▶ _Work required_
For the word "entry", determine how many lines of the entries below contain it, and give only that number.

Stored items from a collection

=======

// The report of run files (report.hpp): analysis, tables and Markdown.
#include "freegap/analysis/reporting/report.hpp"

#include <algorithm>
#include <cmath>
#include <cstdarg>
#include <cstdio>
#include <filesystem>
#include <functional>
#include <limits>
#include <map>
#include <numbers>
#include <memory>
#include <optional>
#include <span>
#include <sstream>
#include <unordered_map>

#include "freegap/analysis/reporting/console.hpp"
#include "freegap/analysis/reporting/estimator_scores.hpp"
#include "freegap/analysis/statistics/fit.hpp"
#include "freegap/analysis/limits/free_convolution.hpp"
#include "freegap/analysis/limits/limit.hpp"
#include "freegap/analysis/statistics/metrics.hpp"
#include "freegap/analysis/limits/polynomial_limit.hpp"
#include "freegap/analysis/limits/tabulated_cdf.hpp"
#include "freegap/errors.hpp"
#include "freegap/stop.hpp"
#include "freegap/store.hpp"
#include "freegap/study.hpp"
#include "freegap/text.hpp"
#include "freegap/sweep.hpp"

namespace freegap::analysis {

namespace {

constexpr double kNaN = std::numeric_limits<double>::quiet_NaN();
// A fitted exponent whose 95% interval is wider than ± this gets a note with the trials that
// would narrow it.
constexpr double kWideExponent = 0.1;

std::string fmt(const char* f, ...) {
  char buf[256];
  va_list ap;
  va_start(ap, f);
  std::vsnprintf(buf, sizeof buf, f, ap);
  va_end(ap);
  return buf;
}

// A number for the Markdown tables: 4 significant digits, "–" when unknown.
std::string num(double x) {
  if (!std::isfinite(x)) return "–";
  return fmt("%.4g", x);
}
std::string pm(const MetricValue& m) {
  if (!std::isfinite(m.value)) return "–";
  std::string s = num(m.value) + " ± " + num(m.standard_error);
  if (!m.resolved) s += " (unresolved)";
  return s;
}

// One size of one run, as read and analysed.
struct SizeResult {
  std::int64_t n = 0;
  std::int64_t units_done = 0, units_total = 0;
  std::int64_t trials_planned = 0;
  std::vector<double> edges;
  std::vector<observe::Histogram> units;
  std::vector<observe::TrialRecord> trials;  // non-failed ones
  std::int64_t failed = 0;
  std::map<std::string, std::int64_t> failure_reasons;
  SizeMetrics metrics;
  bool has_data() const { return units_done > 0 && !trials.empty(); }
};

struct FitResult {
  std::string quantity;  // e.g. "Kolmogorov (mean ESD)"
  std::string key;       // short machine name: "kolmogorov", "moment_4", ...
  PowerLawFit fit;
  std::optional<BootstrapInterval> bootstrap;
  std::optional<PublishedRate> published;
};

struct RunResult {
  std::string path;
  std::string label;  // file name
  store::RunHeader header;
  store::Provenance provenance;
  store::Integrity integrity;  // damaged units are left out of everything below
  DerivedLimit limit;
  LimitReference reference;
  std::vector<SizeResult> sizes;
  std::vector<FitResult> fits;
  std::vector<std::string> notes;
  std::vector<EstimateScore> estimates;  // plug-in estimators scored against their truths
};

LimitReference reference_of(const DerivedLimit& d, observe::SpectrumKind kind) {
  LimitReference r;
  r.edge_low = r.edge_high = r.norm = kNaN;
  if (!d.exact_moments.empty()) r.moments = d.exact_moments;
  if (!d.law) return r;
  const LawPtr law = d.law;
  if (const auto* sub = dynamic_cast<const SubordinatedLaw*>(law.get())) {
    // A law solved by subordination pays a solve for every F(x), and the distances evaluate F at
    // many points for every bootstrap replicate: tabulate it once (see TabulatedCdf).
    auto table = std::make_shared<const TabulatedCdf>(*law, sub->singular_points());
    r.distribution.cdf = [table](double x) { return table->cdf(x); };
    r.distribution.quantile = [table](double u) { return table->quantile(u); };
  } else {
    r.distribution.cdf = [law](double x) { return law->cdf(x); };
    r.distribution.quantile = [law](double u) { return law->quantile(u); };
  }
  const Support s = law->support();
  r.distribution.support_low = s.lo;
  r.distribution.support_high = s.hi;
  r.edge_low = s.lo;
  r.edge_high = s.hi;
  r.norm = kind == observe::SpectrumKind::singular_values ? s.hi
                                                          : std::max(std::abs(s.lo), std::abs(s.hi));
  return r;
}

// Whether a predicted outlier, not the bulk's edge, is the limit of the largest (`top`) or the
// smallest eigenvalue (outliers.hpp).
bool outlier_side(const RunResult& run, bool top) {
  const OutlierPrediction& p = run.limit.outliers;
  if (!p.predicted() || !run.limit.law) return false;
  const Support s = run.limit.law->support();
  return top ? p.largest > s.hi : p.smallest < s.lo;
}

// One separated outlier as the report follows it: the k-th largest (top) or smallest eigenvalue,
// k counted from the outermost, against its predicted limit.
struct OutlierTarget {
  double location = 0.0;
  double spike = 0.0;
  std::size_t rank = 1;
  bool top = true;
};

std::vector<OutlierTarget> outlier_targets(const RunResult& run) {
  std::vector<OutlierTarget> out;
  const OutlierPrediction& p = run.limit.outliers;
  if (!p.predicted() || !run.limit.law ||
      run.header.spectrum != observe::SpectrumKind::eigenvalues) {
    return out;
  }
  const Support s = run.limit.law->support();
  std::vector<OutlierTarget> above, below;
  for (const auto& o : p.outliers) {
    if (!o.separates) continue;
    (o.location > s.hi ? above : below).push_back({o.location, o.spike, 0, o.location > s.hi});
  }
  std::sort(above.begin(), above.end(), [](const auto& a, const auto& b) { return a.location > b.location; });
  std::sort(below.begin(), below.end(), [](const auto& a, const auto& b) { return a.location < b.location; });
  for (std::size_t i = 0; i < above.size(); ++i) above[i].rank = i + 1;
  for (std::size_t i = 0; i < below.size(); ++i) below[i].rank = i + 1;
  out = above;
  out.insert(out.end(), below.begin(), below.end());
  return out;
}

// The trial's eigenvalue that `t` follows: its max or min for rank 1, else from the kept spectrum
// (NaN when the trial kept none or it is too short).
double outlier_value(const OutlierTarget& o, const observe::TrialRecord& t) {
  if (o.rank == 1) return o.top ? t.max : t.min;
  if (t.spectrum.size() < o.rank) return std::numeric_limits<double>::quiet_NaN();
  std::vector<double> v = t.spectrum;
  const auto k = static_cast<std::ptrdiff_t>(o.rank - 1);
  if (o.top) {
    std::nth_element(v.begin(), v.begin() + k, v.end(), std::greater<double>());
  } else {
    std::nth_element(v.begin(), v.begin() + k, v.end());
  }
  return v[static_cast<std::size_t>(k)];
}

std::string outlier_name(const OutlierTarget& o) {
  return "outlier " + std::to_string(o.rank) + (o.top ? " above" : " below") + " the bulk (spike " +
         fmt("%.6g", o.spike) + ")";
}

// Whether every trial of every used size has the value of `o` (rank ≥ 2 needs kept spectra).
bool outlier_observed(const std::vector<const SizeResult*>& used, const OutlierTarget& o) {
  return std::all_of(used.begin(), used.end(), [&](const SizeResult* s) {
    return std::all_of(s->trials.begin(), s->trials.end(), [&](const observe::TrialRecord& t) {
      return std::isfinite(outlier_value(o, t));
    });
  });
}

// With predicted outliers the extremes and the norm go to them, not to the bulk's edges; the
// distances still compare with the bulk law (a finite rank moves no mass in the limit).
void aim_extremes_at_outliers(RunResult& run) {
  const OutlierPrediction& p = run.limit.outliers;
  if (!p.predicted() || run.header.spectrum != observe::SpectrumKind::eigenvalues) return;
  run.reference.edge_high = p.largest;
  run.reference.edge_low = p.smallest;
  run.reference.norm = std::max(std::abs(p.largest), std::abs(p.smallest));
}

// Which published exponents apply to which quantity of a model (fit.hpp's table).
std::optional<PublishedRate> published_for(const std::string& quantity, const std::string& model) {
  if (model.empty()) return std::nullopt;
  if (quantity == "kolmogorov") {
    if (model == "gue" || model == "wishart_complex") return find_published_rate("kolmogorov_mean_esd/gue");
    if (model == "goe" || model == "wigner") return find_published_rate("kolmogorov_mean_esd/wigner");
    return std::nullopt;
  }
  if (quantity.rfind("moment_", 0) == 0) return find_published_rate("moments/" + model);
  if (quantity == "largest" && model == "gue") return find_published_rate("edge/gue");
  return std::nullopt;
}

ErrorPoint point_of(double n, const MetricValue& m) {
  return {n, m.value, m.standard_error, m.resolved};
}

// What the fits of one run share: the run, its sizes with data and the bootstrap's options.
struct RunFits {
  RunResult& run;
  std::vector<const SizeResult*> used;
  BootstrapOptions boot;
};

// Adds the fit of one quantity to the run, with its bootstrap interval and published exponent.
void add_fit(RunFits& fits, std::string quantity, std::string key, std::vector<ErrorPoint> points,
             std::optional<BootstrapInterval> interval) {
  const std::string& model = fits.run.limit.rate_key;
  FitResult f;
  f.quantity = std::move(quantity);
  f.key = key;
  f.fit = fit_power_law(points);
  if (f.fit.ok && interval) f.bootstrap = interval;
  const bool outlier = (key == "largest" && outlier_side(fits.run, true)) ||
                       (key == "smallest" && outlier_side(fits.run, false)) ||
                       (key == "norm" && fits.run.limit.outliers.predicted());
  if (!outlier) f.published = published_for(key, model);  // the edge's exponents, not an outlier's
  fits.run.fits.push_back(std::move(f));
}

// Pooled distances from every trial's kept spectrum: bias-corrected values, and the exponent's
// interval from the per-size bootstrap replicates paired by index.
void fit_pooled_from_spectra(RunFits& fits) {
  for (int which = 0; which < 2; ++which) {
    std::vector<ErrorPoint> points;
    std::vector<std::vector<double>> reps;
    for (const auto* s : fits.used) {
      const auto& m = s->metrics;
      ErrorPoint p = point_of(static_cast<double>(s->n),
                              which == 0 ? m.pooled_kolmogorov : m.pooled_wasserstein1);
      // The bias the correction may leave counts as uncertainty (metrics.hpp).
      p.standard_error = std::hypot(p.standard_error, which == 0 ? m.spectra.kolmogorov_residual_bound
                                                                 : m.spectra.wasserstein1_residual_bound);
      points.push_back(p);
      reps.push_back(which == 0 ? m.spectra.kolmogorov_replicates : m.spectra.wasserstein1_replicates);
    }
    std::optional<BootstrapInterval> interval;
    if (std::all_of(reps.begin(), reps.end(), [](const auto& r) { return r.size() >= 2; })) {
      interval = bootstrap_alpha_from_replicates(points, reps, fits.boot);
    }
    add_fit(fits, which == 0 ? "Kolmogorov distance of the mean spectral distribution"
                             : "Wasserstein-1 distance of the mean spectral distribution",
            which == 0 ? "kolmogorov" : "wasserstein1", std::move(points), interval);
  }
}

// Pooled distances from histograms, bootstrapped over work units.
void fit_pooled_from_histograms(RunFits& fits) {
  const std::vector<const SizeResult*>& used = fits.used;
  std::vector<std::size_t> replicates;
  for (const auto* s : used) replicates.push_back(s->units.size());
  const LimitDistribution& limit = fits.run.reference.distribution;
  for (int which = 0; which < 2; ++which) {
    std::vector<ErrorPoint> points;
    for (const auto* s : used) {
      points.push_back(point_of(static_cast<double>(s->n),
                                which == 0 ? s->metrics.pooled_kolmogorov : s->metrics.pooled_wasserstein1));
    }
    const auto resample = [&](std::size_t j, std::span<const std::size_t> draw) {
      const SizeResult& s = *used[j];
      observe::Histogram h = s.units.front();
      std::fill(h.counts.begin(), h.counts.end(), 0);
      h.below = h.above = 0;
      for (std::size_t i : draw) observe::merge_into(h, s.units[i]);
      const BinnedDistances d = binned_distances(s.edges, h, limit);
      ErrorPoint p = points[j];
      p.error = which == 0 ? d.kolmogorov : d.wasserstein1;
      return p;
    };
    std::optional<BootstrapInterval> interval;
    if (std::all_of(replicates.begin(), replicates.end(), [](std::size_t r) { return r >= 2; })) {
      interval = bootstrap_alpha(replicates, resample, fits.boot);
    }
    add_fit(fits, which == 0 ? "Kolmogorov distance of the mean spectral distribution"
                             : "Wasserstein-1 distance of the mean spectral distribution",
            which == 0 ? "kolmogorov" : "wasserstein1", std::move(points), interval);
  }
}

=======

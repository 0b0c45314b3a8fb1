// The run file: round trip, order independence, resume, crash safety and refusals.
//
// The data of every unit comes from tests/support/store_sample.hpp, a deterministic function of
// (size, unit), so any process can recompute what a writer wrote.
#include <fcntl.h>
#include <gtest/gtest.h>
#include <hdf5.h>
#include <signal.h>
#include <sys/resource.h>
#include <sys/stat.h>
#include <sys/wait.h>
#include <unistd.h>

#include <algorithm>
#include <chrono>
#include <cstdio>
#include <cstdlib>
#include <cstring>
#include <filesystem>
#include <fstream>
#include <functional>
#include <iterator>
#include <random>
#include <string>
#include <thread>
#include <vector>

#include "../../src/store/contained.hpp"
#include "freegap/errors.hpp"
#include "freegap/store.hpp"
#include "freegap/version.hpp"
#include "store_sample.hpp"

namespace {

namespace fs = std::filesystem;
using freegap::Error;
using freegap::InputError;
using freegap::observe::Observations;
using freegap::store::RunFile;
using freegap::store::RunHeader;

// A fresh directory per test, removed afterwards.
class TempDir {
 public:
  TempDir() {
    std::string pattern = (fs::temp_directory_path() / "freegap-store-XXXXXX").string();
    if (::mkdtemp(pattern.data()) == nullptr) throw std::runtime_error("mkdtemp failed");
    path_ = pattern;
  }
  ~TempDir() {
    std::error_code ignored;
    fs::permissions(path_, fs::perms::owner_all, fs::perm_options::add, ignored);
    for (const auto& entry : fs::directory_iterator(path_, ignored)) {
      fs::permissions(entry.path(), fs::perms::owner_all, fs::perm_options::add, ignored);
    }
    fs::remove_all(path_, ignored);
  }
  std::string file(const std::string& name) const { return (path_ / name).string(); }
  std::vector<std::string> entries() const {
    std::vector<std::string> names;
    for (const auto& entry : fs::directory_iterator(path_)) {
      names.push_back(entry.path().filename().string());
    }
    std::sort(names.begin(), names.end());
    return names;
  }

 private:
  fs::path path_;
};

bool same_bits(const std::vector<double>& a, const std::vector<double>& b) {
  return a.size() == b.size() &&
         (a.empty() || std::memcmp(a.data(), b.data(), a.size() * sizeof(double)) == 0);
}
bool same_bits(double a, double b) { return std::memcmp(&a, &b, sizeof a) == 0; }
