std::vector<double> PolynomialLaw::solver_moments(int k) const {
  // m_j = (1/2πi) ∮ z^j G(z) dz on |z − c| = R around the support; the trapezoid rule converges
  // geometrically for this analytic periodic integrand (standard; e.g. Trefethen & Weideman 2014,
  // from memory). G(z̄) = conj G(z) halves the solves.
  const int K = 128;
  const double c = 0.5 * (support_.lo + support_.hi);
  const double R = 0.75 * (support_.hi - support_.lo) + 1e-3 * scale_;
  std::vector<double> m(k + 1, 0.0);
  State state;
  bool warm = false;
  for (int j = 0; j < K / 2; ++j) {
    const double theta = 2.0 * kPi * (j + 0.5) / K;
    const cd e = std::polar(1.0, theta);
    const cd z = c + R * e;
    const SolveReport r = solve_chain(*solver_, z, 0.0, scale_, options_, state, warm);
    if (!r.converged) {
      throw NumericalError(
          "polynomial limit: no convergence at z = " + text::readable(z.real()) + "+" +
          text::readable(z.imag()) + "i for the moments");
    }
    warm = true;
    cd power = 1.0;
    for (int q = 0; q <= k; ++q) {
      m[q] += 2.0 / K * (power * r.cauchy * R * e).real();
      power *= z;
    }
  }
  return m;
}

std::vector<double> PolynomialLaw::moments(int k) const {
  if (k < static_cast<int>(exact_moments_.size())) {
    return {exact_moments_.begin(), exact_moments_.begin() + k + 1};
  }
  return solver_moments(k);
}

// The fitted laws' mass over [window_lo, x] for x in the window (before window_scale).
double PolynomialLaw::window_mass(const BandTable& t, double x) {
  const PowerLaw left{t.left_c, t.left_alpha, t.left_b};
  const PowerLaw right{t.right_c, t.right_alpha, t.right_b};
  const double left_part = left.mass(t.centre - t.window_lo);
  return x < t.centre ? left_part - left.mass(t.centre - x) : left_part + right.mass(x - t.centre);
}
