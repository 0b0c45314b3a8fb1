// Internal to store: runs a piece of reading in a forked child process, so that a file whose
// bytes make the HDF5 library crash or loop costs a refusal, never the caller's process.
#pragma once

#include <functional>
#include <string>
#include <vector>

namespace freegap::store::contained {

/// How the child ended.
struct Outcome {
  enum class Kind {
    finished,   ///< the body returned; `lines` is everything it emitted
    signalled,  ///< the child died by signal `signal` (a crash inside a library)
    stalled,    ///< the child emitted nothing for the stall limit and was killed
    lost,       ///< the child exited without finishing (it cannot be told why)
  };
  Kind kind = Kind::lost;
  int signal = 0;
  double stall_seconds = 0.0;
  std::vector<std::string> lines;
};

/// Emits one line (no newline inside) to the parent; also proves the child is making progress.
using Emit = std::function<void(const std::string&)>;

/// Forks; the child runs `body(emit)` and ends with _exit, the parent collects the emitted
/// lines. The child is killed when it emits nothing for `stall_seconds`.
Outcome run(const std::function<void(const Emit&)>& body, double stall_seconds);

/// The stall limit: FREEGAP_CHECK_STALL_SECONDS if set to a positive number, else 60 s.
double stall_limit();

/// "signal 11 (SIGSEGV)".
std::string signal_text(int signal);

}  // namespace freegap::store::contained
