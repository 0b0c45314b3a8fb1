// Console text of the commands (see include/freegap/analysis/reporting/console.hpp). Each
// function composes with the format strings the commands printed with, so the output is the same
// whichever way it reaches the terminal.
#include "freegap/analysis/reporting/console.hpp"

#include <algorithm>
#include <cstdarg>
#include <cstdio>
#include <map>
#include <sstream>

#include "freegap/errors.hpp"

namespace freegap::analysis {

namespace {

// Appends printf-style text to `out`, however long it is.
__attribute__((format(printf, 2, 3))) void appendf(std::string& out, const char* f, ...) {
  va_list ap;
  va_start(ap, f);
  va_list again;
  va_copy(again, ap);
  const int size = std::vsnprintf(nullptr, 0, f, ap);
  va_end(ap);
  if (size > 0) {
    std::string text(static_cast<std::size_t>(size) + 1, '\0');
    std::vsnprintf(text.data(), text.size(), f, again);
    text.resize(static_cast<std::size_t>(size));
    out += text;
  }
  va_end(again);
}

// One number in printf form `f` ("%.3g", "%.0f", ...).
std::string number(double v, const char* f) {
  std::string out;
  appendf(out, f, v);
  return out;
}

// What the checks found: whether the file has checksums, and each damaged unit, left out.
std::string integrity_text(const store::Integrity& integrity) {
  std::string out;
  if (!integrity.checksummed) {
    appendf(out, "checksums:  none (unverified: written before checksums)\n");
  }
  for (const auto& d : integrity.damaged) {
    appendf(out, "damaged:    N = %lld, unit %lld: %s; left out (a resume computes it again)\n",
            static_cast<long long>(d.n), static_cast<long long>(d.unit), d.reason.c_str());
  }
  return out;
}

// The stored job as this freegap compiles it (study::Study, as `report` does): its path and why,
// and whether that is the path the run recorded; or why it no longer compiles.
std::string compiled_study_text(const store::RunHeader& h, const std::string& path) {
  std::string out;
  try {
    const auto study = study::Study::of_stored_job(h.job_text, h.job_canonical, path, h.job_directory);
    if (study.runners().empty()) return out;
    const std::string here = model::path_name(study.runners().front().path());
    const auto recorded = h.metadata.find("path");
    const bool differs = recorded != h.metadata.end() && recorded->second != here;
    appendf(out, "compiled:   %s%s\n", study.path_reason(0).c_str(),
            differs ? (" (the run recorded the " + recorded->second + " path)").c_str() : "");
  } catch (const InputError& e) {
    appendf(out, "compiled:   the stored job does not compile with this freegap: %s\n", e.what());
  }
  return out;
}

=======

▶ _Result_
4